### To do
Begin at the line containing "export interface CheckedFile" in the data below and go on through the line containing "our extension. */", repeating each line exactly; include both ends and no other line.

### Available data
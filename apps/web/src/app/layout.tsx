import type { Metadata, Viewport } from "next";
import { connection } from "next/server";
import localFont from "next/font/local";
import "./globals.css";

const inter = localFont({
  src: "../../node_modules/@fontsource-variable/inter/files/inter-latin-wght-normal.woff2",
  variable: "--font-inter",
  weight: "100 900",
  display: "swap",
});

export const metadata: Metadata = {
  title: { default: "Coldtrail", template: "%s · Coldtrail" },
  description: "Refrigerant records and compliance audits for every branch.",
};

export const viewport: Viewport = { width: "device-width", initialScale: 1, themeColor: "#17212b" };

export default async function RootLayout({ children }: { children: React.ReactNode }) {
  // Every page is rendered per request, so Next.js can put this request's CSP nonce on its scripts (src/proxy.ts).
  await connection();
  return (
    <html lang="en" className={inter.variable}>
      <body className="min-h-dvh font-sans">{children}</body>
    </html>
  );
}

--

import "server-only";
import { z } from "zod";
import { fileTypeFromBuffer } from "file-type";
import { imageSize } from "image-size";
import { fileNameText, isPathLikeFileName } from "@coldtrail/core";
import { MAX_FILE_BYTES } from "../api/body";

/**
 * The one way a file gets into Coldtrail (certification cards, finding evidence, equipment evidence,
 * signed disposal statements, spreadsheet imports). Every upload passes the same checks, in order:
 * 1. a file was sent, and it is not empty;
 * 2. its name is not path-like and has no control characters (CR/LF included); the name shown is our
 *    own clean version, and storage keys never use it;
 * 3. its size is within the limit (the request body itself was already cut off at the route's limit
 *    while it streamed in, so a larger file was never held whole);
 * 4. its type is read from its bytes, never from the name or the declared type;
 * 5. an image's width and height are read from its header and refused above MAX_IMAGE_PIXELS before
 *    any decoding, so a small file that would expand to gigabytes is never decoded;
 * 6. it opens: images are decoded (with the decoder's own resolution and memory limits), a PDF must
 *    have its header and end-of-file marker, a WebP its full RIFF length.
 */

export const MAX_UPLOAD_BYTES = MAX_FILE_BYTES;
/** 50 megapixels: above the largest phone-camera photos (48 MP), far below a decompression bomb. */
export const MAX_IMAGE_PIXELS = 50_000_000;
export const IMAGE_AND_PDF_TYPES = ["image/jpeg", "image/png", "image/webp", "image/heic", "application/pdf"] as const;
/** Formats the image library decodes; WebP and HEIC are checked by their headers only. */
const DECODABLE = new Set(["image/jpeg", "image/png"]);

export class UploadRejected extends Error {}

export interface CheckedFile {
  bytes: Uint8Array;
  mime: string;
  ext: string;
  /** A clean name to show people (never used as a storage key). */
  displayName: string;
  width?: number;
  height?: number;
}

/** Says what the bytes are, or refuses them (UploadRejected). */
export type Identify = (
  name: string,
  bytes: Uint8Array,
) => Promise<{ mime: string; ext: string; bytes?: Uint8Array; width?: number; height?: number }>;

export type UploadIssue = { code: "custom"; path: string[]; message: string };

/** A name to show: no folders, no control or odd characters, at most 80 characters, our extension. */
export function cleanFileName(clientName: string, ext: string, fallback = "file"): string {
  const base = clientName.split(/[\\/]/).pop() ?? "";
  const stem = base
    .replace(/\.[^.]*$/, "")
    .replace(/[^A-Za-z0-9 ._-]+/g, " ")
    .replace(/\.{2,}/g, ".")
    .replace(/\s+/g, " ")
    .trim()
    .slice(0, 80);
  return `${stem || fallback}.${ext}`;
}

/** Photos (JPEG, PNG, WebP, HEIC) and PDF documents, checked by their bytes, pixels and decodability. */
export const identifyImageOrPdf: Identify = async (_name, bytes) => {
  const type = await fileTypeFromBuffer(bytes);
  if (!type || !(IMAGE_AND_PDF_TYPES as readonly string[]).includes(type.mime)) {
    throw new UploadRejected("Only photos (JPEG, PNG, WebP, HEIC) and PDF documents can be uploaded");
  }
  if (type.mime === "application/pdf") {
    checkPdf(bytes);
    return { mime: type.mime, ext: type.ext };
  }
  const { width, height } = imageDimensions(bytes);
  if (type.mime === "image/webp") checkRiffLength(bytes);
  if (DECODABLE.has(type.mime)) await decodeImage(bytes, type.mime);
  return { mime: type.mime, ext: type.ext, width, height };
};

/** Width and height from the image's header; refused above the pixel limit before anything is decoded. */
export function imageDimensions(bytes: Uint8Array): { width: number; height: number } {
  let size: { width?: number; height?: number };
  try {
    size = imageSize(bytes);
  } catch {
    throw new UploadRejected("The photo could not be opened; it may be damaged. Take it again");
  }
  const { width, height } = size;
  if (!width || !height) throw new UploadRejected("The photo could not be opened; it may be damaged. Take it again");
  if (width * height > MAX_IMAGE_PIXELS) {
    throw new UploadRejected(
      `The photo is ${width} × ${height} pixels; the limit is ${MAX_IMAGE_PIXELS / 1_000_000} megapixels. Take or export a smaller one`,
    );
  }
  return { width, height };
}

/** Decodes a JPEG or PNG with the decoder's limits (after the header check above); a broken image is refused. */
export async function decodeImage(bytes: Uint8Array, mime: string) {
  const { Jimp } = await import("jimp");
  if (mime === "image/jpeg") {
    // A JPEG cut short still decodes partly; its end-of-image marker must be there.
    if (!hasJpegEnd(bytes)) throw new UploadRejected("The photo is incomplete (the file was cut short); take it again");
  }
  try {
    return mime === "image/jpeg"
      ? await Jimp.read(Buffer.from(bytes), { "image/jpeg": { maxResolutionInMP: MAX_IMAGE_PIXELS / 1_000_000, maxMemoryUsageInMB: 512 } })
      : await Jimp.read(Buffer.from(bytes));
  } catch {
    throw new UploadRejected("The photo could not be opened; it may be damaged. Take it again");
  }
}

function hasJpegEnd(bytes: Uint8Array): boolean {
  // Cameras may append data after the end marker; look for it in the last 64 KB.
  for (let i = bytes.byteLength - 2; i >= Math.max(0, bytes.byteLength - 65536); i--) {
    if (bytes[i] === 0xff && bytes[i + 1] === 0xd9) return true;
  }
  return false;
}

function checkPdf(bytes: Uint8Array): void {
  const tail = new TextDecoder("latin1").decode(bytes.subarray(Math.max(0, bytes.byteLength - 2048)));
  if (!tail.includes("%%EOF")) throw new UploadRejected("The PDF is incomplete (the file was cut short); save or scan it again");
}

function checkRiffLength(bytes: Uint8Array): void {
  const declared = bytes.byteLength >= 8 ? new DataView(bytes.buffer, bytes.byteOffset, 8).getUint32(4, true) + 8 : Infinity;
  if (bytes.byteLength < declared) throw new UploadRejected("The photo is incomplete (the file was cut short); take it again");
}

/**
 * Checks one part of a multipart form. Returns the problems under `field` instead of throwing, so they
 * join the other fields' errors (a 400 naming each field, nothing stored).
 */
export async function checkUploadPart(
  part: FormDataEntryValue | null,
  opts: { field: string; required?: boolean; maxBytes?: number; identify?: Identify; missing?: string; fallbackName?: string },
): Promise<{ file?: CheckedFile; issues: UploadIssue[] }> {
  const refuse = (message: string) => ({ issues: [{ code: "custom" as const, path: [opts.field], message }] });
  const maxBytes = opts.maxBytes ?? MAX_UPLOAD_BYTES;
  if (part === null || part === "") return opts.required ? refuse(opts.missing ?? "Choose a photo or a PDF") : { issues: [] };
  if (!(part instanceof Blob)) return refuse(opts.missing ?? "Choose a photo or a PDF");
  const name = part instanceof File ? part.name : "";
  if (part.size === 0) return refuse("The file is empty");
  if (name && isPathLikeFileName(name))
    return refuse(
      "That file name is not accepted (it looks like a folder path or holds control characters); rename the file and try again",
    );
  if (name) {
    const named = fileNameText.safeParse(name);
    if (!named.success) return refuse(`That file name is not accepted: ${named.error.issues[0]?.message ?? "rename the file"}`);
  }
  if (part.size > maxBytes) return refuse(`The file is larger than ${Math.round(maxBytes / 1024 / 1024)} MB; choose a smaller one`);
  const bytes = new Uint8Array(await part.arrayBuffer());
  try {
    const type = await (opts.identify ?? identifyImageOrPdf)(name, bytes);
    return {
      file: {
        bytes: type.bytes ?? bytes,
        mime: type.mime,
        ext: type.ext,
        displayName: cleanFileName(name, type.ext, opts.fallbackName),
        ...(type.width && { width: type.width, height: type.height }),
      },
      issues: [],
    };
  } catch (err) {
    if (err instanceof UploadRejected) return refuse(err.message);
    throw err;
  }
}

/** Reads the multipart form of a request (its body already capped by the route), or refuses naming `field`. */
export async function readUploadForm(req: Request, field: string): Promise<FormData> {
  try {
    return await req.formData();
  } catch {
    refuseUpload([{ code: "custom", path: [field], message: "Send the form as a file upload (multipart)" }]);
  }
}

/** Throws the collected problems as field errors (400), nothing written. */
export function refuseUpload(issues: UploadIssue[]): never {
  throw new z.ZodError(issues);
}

### Answer box
export interface CheckedFile {
  bytes: Uint8Array;
  mime: string;
  ext: string;
  /** A clean name to show people (never used as a storage key). */
  displayName: string;
  width?: number;
  height?: number;
}

/** Says what the bytes are, or refuses them (UploadRejected). */
export type Identify = (
  name: string,
  bytes: Uint8Array,
) => Promise<{ mime: string; ext: string; bytes?: Uint8Array; width?: number; height?: number }>;

export type UploadIssue = { code: "custom"; path: string[]; message: string };

/** A name to show: no folders, no control or odd characters, at most 80 characters, our extension. */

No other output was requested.